# Acceleration time graph

1. Mar 12, 2015

### Suraj M

1. The problem statement, all variables and given/known data
A particle starts from rest. Its acceleration vs time graph is as shown. What will be the maximum speed?

2. Relevant equations
usual kinematic equations(3+)
3. The attempt at a solution
velocity at t=11 seconds should be max, so the area under the given graph = change in velocity
So vf-0 = 55
so max. velocity= 55 m/s
But, if i try it this way:
$a=\frac{dv}{dt}$
$a.dt=dv$
integrating..
$a∫_{0}^{11} dt = ∫_{0}^{v} dv$
so $a(11-0)=v-0$
i know this is wrong because $a$ is not constant. But how do i include it?
Any help is appreciated.

Last edited: Mar 12, 2015
2. Mar 12, 2015

### Merlin3189

Since a is a function of time, ∫adt is not a∫dt

You need to write a as a function of t then integrate it correctly.

3. Mar 12, 2015

### Pierce610

But if a particle starts from rest and its acceleration vs time graph is as shown, I ask to myself why at the intial time the initial acceleration is not null?

4. Mar 12, 2015

### Merlin3189

You could equally ask, why the question chose to set time 0 at the moment the acceleration starts.
Seems a sensible choice. Say the acceleration is given by a spring which is compressed. It could sit in that state indefinitely, until you release the particle. Then something interesting happens, so you start measuring from that moment and call that t=0.

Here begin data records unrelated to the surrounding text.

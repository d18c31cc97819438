package model

import (
	"math"
	"testing"

	"slowpoint/testdata/published"
)

// icy is a food of which the ice forms at one temperature, as nearly as a table of heat contents can have it: over sharpK.
type icy struct {
	frozen, unfrozen Properties // of one density
	latentJkg        float64
	freezingC        float64
}

// sharpK is the range over which the ice of an icy food forms, K: about a thousandth of the temperature differences of the tests.
const sharpK = 0.02

// food gives the material down to lowC or a little below. The cold table of a law has 256 rows of equal heat, so the range is chosen such
// that the last ice forms at the end of a row: a bend within a row would be rounded.
func (f *icy) food(lowC float64) *Material {
	end := f.freezingC - sharpK
	plateau := f.latentJkg + f.frozen.CJkgK*sharpK
	rows := math.Floor(256 * plateau / (plateau + f.frozen.CJkgK*(end-lowC)))
	return &Material{Name: "test food", Source: "input of the test", Composed: true, LowC: end - plateau*(256/rows-1)/f.frozen.CJkgK, HighC: 100, FreezingC: &f.freezingC,
		Props: func(c float64) Properties {
			switch {
			case c >= f.freezingC:
				return f.unfrozen
			case c < end-1e-9:
				return f.frozen
			}
			p := f.frozen
			p.KWmK = f.unfrozen.KWmK + (f.freezingC-c)/sharpK*(f.frozen.KWmK-f.unfrozen.KWmK)
			p.CJkgK = plateau / sharpK
			return p
		},
		EnthalpyJkg: func(c float64) float64 {
			switch {
			case c >= f.freezingC:
				return f.unfrozen.CJkgK * (c - f.freezingC)
			case c >= end:
				return plateau / sharpK * (c - f.freezingC)
			}
			return f.frozen.CJkgK*(c-end) - plateau
		}}
}

// marchOnceFor marches a product with an effort of one's own.
func marchOnceFor(t testing.TB, p Product, steps []Step, e effort) *History {
	t.Helper()
	if found := Check(p, steps); found.Faults() > 0 {
		t.Fatal(found)
	}
	s := &solver{product: &p, steps: steps, options: Options{ConductivityFactor: 1}, tmp: new(scratch)}
	s.layOut()
	h, _ := s.marchOnce(e)
	if len(s.refused) > 0 {
		t.Fatal(s.refused)
	}
	return h
}

func heldTo(c float64) Exposure {
	return Exposure{Surface: Held, Medium: Course{TimesS: []float64{0}, C: []float64{c}}}
}

// A half space that freezes from its surface (Neumann), as a slab so thick that its middle does not notice. A mesh knows the front to within
// a volume, so the front is read from the temperature in what is frozen, halfway to it, which the whole past of the front has made: below the
// surface the temperature follows an error function, and the front is where that is at the freezing point. Two and a half times the usual nodes.
func TestNeumann(t *testing.T) {
	made := map[string]*History{}
	for _, r := range published.Rows(t, "neumann.csv") {
		n := func(c string) float64 { return published.Number(t, r[c]) }
		const halfM = 0.15
		f := &icy{Properties{n("ks"), n("rho"), n("cs")}, Properties{n("kl"), n("rho"), n("cl")}, n("L"), n("freezing_C")}
		h := made[r["case"]]
		if h == nil {
			h = marchOnceFor(t, Product{Name: "half space", Shape: Slab, Size: Size{ThicknessM: 2 * halfM}, Food: f.food(n("surface_C") - 1), StartC: n("start_C")},
				[]Step{{Name: "freeze", Stage: Freeze, DurationS: 7200, Exposure: heldTo(n("surface_C"))}}, effort{more: 2.5, tolK: 2e-3})
			made[r["case"]] = h
		}
		now := n("time_s")
		at := func(depthM float64) float64 { return h.At(Place{UpM: halfM - depthM}, now) }
		spread := 2 * math.Sqrt(n("ks")/n("rho")/n("cs")*now)
		front := n("front_mm") / 1000
		look := front / 2
		full := (at(look) - n("surface_C")) / math.Erf(look/spread)
		got := spread * math.Erfinv((n("freezing_C")-n("surface_C"))/full)
		if math.Abs(got/front-1) > 0.005 {
			t.Errorf("%s after %g s: front at %.3f mm, want %.3f", r["case"], now, 1000*got, 1000*front)
		}
		t.Logf("%s after %g s: front off by %.3f %%", r["case"], now, 100*(got/front-1))
		for _, d := range []string{"5", "20", "50"} {
			got, want := at(published.Number(t, d)/1000), n("at"+d+"mm_C")
			// 0.5 % of the front is as much as this temperature gradient on it
			if tol := 0.02 + 0.005*math.Abs(n("freezing_C")-n("surface_C")); math.Abs(got-want) > tol {
				t.Errorf("%s after %g s: %s mm deep %.4f °C, want %.4f", r["case"], now, d, got, want)
			}
			t.Logf("   %s mm deep off by %.4f K", d, got-want)
		}
	}
}

// Where sensible heats vanish and the ice forms sharply, a slab of 50 mm freezes in Plank's time: t = Λ/(Tf - Tm)·(D/2h + D²/8k) = 7543.4028 s with
// Λ 2.2e8 J/m³, k 1.6 W/(m·K), h 30 W/(m²·K), Tf 0 °C, Tm -30 °C (Plank's P and R as in Encyclopaedia of Food Sciences; the number is
// arithmetic). Specific heat 20 J/(kg·K): own volumes of the source give 7541.6 to 7544.9 s with it.
func TestPlankLimit(t *testing.T) {
	p := Properties{1.6, 1000, 20}
	f := &icy{p, p, 220e3, 0}
	h := marchOnceFor(t, Product{Name: "slab", Shape: Slab, Size: Size{ThicknessM: 0.05}, Food: f.food(-31)},
		[]Step{{Name: "freeze", Stage: Freeze, DurationS: 8000, Exposure: filmTo(30, -30)}}, effort{more: 2.5, tolK: 4e-3})
	lo, hi := 0.0, 8000.0
	for hi-lo > 0.01 {
		if mid := (lo + hi) / 2; h.At(Place{}, mid) > -sharpK {
			lo = mid
		} else {
			hi = mid
		}
	}
	const want = 2.2e8 / 30 * (0.05/60 + 0.05*0.05/8/1.6)
	if math.Abs(want-7543.4028) > 1e-3 {
		t.Fatalf("Plank's time %.4f s", want)
	}
	t.Logf("%.1f s, %.3f %% off", hi, 100*(hi/want-1))
	if math.Abs(hi/want-1) > 0.003 {
		t.Errorf("%.1f s, want %.1f", hi, want)
	}
}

To keep you happy, acceleration was 0 or null at t=-1, t=-7.5, t= -0.000000000000000000001, but rises to 10 m/sec2 (or whatever that blurred figure is) at t=0.

5. Mar 12, 2015

### Suraj M

oh yeah, i don't how i missed that..
so $a=10-βt$ where $β= \frac{da}{dt}$
so $β=\frac{10}{11}$
so i get $$∫_{0}^{11}(10 - \frac{10}{11}t)dt =∫_{0}^{v}dv$$
so then i get $10(11-0)-(\frac{10}{11}).(11^2 -0) = v$
so $v = 110-110=0$ huh?

6. Mar 12, 2015

### Staff: Mentor

Try this integration again. Show intermediate steps.

7. Mar 12, 2015

### Suraj M

$$∫_{0}^{11}(10dt -\frac{10}{11}tdt)=∫_{0}^{v_f}dv$$
$$10(t_f -0) - \frac{10}{11}(\frac{t_f^2}{2}-0)=v_f-0$$
so then substituting $t_f=11$
Ok got it.. thanks, sorry for the stupid mistake

Last edited: Mar 12, 2015
8. Mar 12, 2015

### Staff: Mentor

What is the integral of tdt? (Hint: it's not t2)

Chet

9. Mar 12, 2015

### Staff: Mentor

What physical law that you are aware of says that the acceleration of a particle has to be continuous with time?

Chet

10. Mar 12, 2015

### Merlin3189

∫ k dt = kt , but ∫ kt dt ≠ kt2

Try differentiating kt2 and see what you get.

Edit - You posted the right answer while I was writing this!

11. Mar 12, 2015

### Suraj M

Thank you, i corrected it.. in post #7

12. Mar 12, 2015

### Pierce610

Mr. Chet ,
I wanted only say that the particle in question is defined to "start at rest" while in the graph, for how I think to interpretate it,seems to start with an initial acceleration not null. Isn't definition of rest "no acceleration"?

13. Mar 12, 2015

### Staff: Mentor

No. Definition of "at rest" is zero velocity.

Chet

14. Mar 12, 2015

### Pierce610

and then also the acceleration?

15. Mar 12, 2015

### Staff: Mentor

No. Acceleration is rate of change of velocity.

16. Mar 12, 2015

### Pierce610

but then let me know how is the acceleration of a particle at rest, that is with speed null?

17. Mar 12, 2015

### Staff: Mentor

Imagine that, at times t<0, the velocity is zero, and at times t>0, the velocity is kt, where k is a constant. So the velocity is a continuous function of time. What is the acceleration at times t < 0? What is the acceleration at times t > 0? Is the acceleration a continuous function of time at t = 0?

Chet

18. Mar 12, 2015

### Pierce610

I've understand: before a particle moves with constant speed v, it needs to be accelerated.
It can't move from 0 to v instantly. Also in free fall it should be an acceleration not null at the start time, 9.8 m/s^2

19. Mar 12, 2015

### Staff: Mentor

If a stationary particle were to have no acceleration, it would forever remain at rest.